Avoid for strategic product vision (requires deep customer empathy), pricing decisions (needs market and financial expertise), or when face-to-face customer discovery is more valuable than speed.

Learning Path

  1. 1Basic: user stories, feature specs, status updates
  2. 2Intermediate: competitive analysis, prioritization frameworks, PRDs
  3. 3Advanced: product strategy, go-to-market planning, OKR setting
  4. 4Expert: product vision, market positioning, business model innovation

Discussion

Product Hunt–style comments (not star reviews)
  • No comments yet — start the thread.
general reviews

Ratings

4.540 reviews
  • Harper Martinez· Dec 20, 2024

    dotnet-local-tools has been reliable in day-to-day use. Documentation quality is above average for community skills.

  • Sophia Wang· Dec 16, 2024

    We added dotnet-local-tools from the explainx registry; install was straightforward and the SKILL.md answered most questions upfront.

  • Michael Iyer· Dec 12, 2024

    dotnet-local-tools is among the better-maintained entries we tried; worth keeping pinned for repeat workflows.

  • Benjamin Gupta· Dec 8, 2024

    dotnet-local-tools reduced setup friction for our internal harness; good balance of opinion and flexibility.

  • Benjamin Shah· Nov 27, 2024

    I recommend dotnet-local-tools for anyone iterating fast on agent tooling; clear intent and a small, reviewable surface area.

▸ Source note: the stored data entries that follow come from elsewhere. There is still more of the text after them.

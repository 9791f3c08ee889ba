/**
 * The exact chance that a test looked at several times declares a winner: a dynamic programme over both
 * variants' conversion counts (x_A, x_B) from look to look, with the read-out's own decision at every
 * lattice point (decisionLattice.ts). Used by looks.ts while its work is within budget (small tests).
 *
 * State after look k: the probability of every (x_A, x_B) reached without a declaration so far. Between
 * looks each count grows by an independent Binomial(Δn, p) increment (a convolution along each axis);
 * at the look, the points where P(B beats A) ≥ threshold (and, two-sided, P(A beats B) ≥ threshold) are
 * declared: their mass is added to the answer and removed. Counts whose binomial pmf is below 1e-12 of
 * its peak are left out (beyond ~7.4 standard deviations: a mass below 1e-10 over 100 looks), otherwise the
 * sum is exact to rounding. The declaring points of a look for a threshold are found by one walk along
 * its boundary (decisionLattice.ts boundaryColumns), so no table of P over the lattice is kept: the memory
 * of a run is the two or three state arrays in flight (and what a memo keeps, within its own bound). Each row
 * of a state holds only a range of columns (the undeclared side, without negligible ends), and only those
 * ranges are convolved and zeroed; with two sides and no difference between the variants the state is
 * symmetric and only its half on and above the diagonal is carried.
 */
import { type BinomialWindow, binomialWindow, boundaryColumns, DecisionCursor } from './decisionLattice';
import type { BetaPrior } from './types';

/** What one look of the programme needs, computed once and reused for any threshold. */
export interface LookLattice {
  readonly n: number;
  /** Window of x_A (and x_B) at this look: the unconditional binomial pmf of the look. */
  readonly windowA: BinomialWindow;
  readonly windowB: BinomialWindow;
  /** The read-out's prior. */
  readonly prior: BetaPrior;
  /** Count increments since the previous look (absent at the first look). */
  readonly stepA?: BinomialWindow;
  readonly stepB?: BinomialWindow;
}

/** The programme's windows keep counts whose pmf is at least this fraction of the peak. */
const DP_CUTOFF = 1e-12;
const WINDOW_WIDTH_PER_SD = 14.9; // a 1e-12-of-peak window spans about ±7.4 standard deviations

/** Length of a binomial window, estimated without computing it (for work budgets). */
export function estimatedWindow(n: number, p: number): number {
  return Math.min(n + 1, Math.ceil(WINDOW_WIDTH_PER_SD * Math.sqrt(n * p * (1 - p)) + 3));
}

/**
 * Estimated operations of one run of the programme (multiply-adds of the convolutions) and the size of the
 * lattices (window rectangles, with the gap between the windows: the state arrays a run fills and clears),
 * for looks at `looks` visitors with rates pA and pB.
 * Cost: O(K).
 */
export function exactWork(looks: readonly number[], pA: number, pB: number): { perRun: number; setup: number } {
  let perRun = 0;
  let setup = 0;
  let prevA = 0;
  let prevB = 0;
  let prevN = 0;
  for (const n of looks) {
    const wA = estimatedWindow(n, pA);
    const wB = estimatedWindow(n, pB);
    if (prevN > 0) {
      const dn = n - prevN;
      perRun += prevA * prevB * estimatedWindow(dn, pB) + prevA * estimatedWindow(dn, pA) * wB;
    }
    // The rectangle of the windows, plus the gap between them (the measure the method choice was set on).
    setup += wA * (wB + Math.abs(n * (pB - pA)));
    prevA = wA;
    prevB = wB;
    prevN = n;
  }
  return { perRun, setup };
}

/** The lattices of every look for rates pA (control) and pB (challenger): their windows. Cost: O(Σ windows). */
export function lookLattices(looks: readonly number[], pA: number, pB: number, prior: BetaPrior): LookLattice[] {
  const out: LookLattice[] = [];
  let prev = 0;
  for (const n of looks) {
    const windowA = binomialWindow(n, pA, DP_CUTOFF);
    const windowB = pB === pA ? windowA : binomialWindow(n, pB, DP_CUTOFF);
    if (prev === 0) out.push({ n, windowA, windowB, prior });
    else {
      const stepA = binomialWindow(n - prev, pA, DP_CUTOFF);
      const stepB = pB === pA ? stepA : binomialWindow(n - prev, pB, DP_CUTOFF);
      out.push({ n, windowA, windowB, prior, stepA, stepB });
    }
    prev = n;
  }
  return out;
}

/**
 * The declaring columns of every row of a look: cut[i], the first column where P(B beats A) ≥ threshold
 * (the width when none), and with two sides low[i], the last column where P(B beats A) ≤ 1 − threshold
 * (−1 when none). Two walks along the boundaries. Cost: O(rows + columns) steps.
 */
function declaringColumns(look: LookLattice, threshold: number, sides: 1 | 2): { cut: Int32Array; low: Int32Array } {
  const { n, windowA, windowB, prior } = look;
  const cut = boundaryColumns(n, windowA, windowB, threshold, false, prior);
  if (sides === 1) return { cut, low: new Int32Array(cut.length).fill(-1) };
  // the last column with P ≤ 1 − threshold is the one before the first with P > 1 − threshold
  const low = boundaryColumns(n, windowA, windowB, 1 - threshold, true, prior);
  for (let i = 0; i < low.length; i++) low[i] = (low[i] as number) - 1;
  return { cut, low };
}

/**
 * The read-out probabilities of the lattice points of every look that lie strictly between `low` and
 * `high`: P(B beats A), and with two sides also 1 − P (the control's), sorted; undefined when there are more
 * than `most` (then the caller narrows first). The threshold solver bisects over them: the exact rate only
 * changes where the threshold passes one of them.
 * Cost: two boundary walks per look and side, plus a walk from a row's diagonal to its values for each row
 * that has some (at most `most` rows): O(K·(rows + columns) + most·(span + most)).
 */
export function readOutValuesBetween(
  lattices: readonly LookLattice[],
  low: number,
  high: number,
  sides: 1 | 2,
  most: number,
): number[] | undefined {
  const found = new Set<number>();
  // P in (from, to), and with two sides 1 − P in (low, high): P in (1 − high, 1 − low), kept as 1 − P.
  const ranges: [number, number, boolean][] = [[low, high, false]];
  if (sides === 2) ranges.push([1 - high, 1 - low, true]);
  for (const look of lattices) {
    const { n, windowA, windowB, prior } = look;
    for (const [from, to, mirrored] of ranges) {
      const first = boundaryColumns(n, windowA, windowB, from, true, prior);
      const end = boundaryColumns(n, windowA, windowB, to, false, prior);
      let count = 0;
      for (let i = 0; i < first.length; i++) count += Math.max((end[i] as number) - (first[i] as number), 0);
      if (found.size + count > most) return undefined;
      for (let i = 0; i < first.length; i++) {
        if ((end[i] as number) <= (first[i] as number)) continue;
        const xA = windowA.lo + i;
        const cursor = new DecisionCursor(n, prior, xA);
        const xB = windowB.lo + (first[i] as number);
        while (cursor.xB < xB) cursor.upB();
        while (cursor.xB > xB) cursor.downB();
        for (let j = first[i] as number; j < (end[i] as number); j++) {
          if (j > (first[i] as number)) cursor.upB();
          const value = mirrored ? 1 - cursor.probability : cursor.probability;
          if (value > low && value < high) found.add(value);
        }
      }
    }
  }
  return [...found].sort((a, b) => a - b);
}

/**
 * y[yAt + j] += k·x[xAt + j] for j < n: the programme's one inner loop, kept in a function of its own so that
 * the engine compiles it early (a large function holding it would run unoptimised for the first looks).
 */
function axpy(y: Float64Array, yAt: number, x: Float64Array, xAt: number, k: number, n: number): void {
  for (let j = 0; j < n; j++) y[yAt + j] = (y[yAt + j] as number) + k * (x[xAt + j] as number);
}

/** x[from] + … + x[to]. */
function sum(x: Float64Array, from: number, to: number): number {
  let total = 0;
  for (let j = from; j <= to; j++) total += x[j] as number;
  return total;
}

/**
 * The undeclared mass of a run after a look: values on the look's window rectangle (a row per count x_A of
 * windowA, a column per count x_B of windowB, row-major), of which only columns lo[i] … hi[i] of row i are
 * meaningful (an empty row has hi < lo). Nothing outside the ranges is ever read, so no array is zeroed
 * beyond the ranges a look writes: the declared side of the boundary and the windows' far corners cost
 * nothing.
 */
interface RunState {
  readonly values: Float64Array;
  readonly lo: Int32Array;
  readonly hi: Int32Array;
}
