/**
 * A t posterior's own coordinate u (value = centre + scale·sinh u, studentTDensity.ts) read from the
 * comparison's shared w (value = C + S·sinh w): u = asinh(a + b·sinh w) with a = (C − centre)/scale and
 * b = S/scale formed once (no value is formed, so no digits are lost to a large mean, as in sharedTDensity),
 * w = asinh((centre − C)/S + (scale/S)·sinh u), and du/dw = b·cosh w / cosh u. Beyond |w| or |u| = FAR_W
 * (sinh would overflow) the exponential forms |u| = |w| + log b and back (a and the other terms are below
 * e^-300 of them there). At the grid's nodes u is read from sinh w computed once for all the posteriors
 * (ownFromInner; inside the windows, where the grid lies, |w| < FAR_W and it is toOwn's form).
 */
function coordinateMap(p: MeanPosterior, frame: { centre: number; scale: number }): CoordinateMap {
  const a = (frame.centre - p.centre) / p.scale;
  const b = frame.scale / p.scale;
  const back = (p.centre - frame.centre) / frame.scale;
  const ratio = p.scale / frame.scale;
  const logB = Math.log(b);
  const toOwn = (w: number): number =>
    Math.abs(w) > FAR_W ? Math.sign(w) * (Math.abs(w) + logB) : Math.asinh(a + b * Math.sinh(w));
  return {
    toOwn,
    fromOwn: (u: number): number =>
      Math.abs(u) > FAR_W ? Math.sign(u) * (Math.abs(u) - logB) : Math.asinh(back + ratio * Math.sinh(u)),
    logSlope: (w: number, u: number): number => logB + logCosh(w) - logCosh(u),
    inner: Math.sinh,
    ownFromInner: (v: number): number => Math.asinh(a + b * v),
  };
}

/**
 * Each posterior tabulated in its own coordinate, variants with the same count, mean and sd sharing one table
 * (the comparisons integrate a table listed twice once and give both the identical value). Cost: one
 * tabulation per distinct posterior.
 */
function tabulateEach(ps: readonly MeanPosterior[]): TabulatedDistribution[] {
  const known = new Map<string, TabulatedDistribution>();
  return ps.map((p) => {
    const key = `${p.df} ${p.centre} ${p.scale}`;
    let table = known.get(key);
    if (table === undefined) {
      table = tabulateOne(p);
      known.set(key, table);
    }
    return table;
  });
}

/** The coordinate maps of tabulateEach's tables (one map object per distinct table). */
function mapsOf(
  ps: readonly MeanPosterior[],
  tables: readonly TabulatedDistribution[],
  frame: { centre: number; scale: number },
): CoordinateMap[] {
  const known = new Map<TabulatedDistribution, CoordinateMap>();
  return ps.map((p, i) => {
    const table = tables[i] as TabulatedDistribution;
    let map = known.get(table);
    if (map === undefined) {
      map = coordinateMap(p, frame);
      known.set(table, map);
    }
    return map;
  });
}

/**
 * Expected losses of three or more posteriors that do not all fit the shared coordinate: each tabulated in its
 * own u, on one grid in the shared w through coordinateMap (compare/losses.ts mappedExpectedLosses,
 * O(k × nodes)); when that grid is over its budget, the pruned integrals of expectedLosses.
 */
function separateLosses(ps: readonly MeanPosterior[]): number[] {
  const frame = sharedFrame(ps);
  const tables = tabulateEach(ps);
  if (Number.isFinite(frame.centre) && Number.isFinite(frame.scale) && frame.scale > 0) {
    const value = {
      toValue: (w: number): number => frame.centre + frame.scale * Math.sinh(w),
      valueJacobian: (w: number): number => frame.scale * Math.cosh(w),
    };
    try {
      return mappedExpectedLosses(tables, mapsOf(ps, tables, frame), value);
    } catch (error) {
      if (!(error instanceof StatsError && error.code === 'not_available')) throw error;
    }
  }
  return expectedLosses(tables);
}

/**
 * P(highest) of posteriors that do not all fit the shared coordinate (heavy tails narrower than the others'
 * spread): each tabulated in its own u, integrated on one grid in the shared w through coordinateMap
 * (compare/sharedHighest.ts mappedHighestIntegrals, O(k × nodes)).
 */
function separateHighest(ps: readonly MeanPosterior[]): number[] {
  const frame = sharedFrame(ps);
  const tables = tabulateEach(ps);
  if (!(Number.isFinite(frame.centre) && Number.isFinite(frame.scale) && frame.scale > 0)) {
    return highestProbabilities(tables);
  }
  return mappedHighestProbabilities(tables, mapsOf(ps, tables, frame));
}

/** P(μ ≤ x) for one posterior (a step for a point mass), through the t distribution function. */
function cdfAt(p: MeanPosterior, x: number): number {
  if (isPoint(p)) return x >= p.centre ? 1 : 0;
  return studentTCdf((x - p.centre) / p.scale, p.df);
}

/** The p-quantile of one posterior's mean. */
function quantileOf(p: MeanPosterior, prob: number): number {
  if (isPoint(p)) return p.centre;
  return p.centre + p.scale * studentTQuantile(prob, p.df);
}

/**
 * Per variant: the central credible interval for its true mean at `level`.
 *
 * Method: the Student t posterior's equal-tailed quantiles, centre ± scale·t_{(1−level)/2, ν}, the
 * lower t quantile computed directly and mirrored (the t is symmetric). A variant with sd = 0 gets
 * [mean, mean]. Accuracy: that of the t quantile (checked against scipy.stats.t.ppf in
 * test/stats/normalMeans.test.ts). Cost: one t quantile per variant.
 * Throws StatsError('invalid_argument') for a count below 2 or not whole, a negative sd, a non-finite
 * mean or a level outside (0, 1); 1 to 50 variants.
 * @example meanInterval([{ count: 100, mean: 48, sd: 20 }], 0.95)
 * //=> [{ lower: 44.031566096827…, upper: 51.968433903172… }] (scipy: 48 + 2·t.ppf(0.025, 99))
 */
export function meanInterval(variants: readonly MeanSummary[], level = 0.95): Interval[] {
  checkLevel(level);
  const tail = (1 - level) / 2;
  return posteriors(variants, 1).map((p) => {
    if (isPoint(p)) return { lower: p.centre, upper: p.centre };
    const half = -p.scale * studentTQuantile(tail, p.df);
    return { lower: p.centre - half, upper: p.centre + half };
  });
}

  • Sophia Verma· Nov 11, 2024

    dotnet-local-tools fits our agent workflows well — practical, well scoped, and easy to wire into existing repos.

  • William Gupta· Nov 7, 2024

    Solid pick for teams standardizing on skills: dotnet-local-tools is focused, and the summary matches what you get after install.

  • Sophia Tandon· Oct 26, 2024

    dotnet-local-tools has been reliable in day-to-day use. Documentation quality is above average for community skills.

  • Omar Gill· Oct 18, 2024

    Useful defaults in dotnet-local-tools — fewer surprises than typical one-off scripts, and it plays nicely with `npx skills` flows.

  • Harper Torres· Oct 2, 2024

    We added dotnet-local-tools from the explainx registry; install was straightforward and the SKILL.md answered most questions upfront.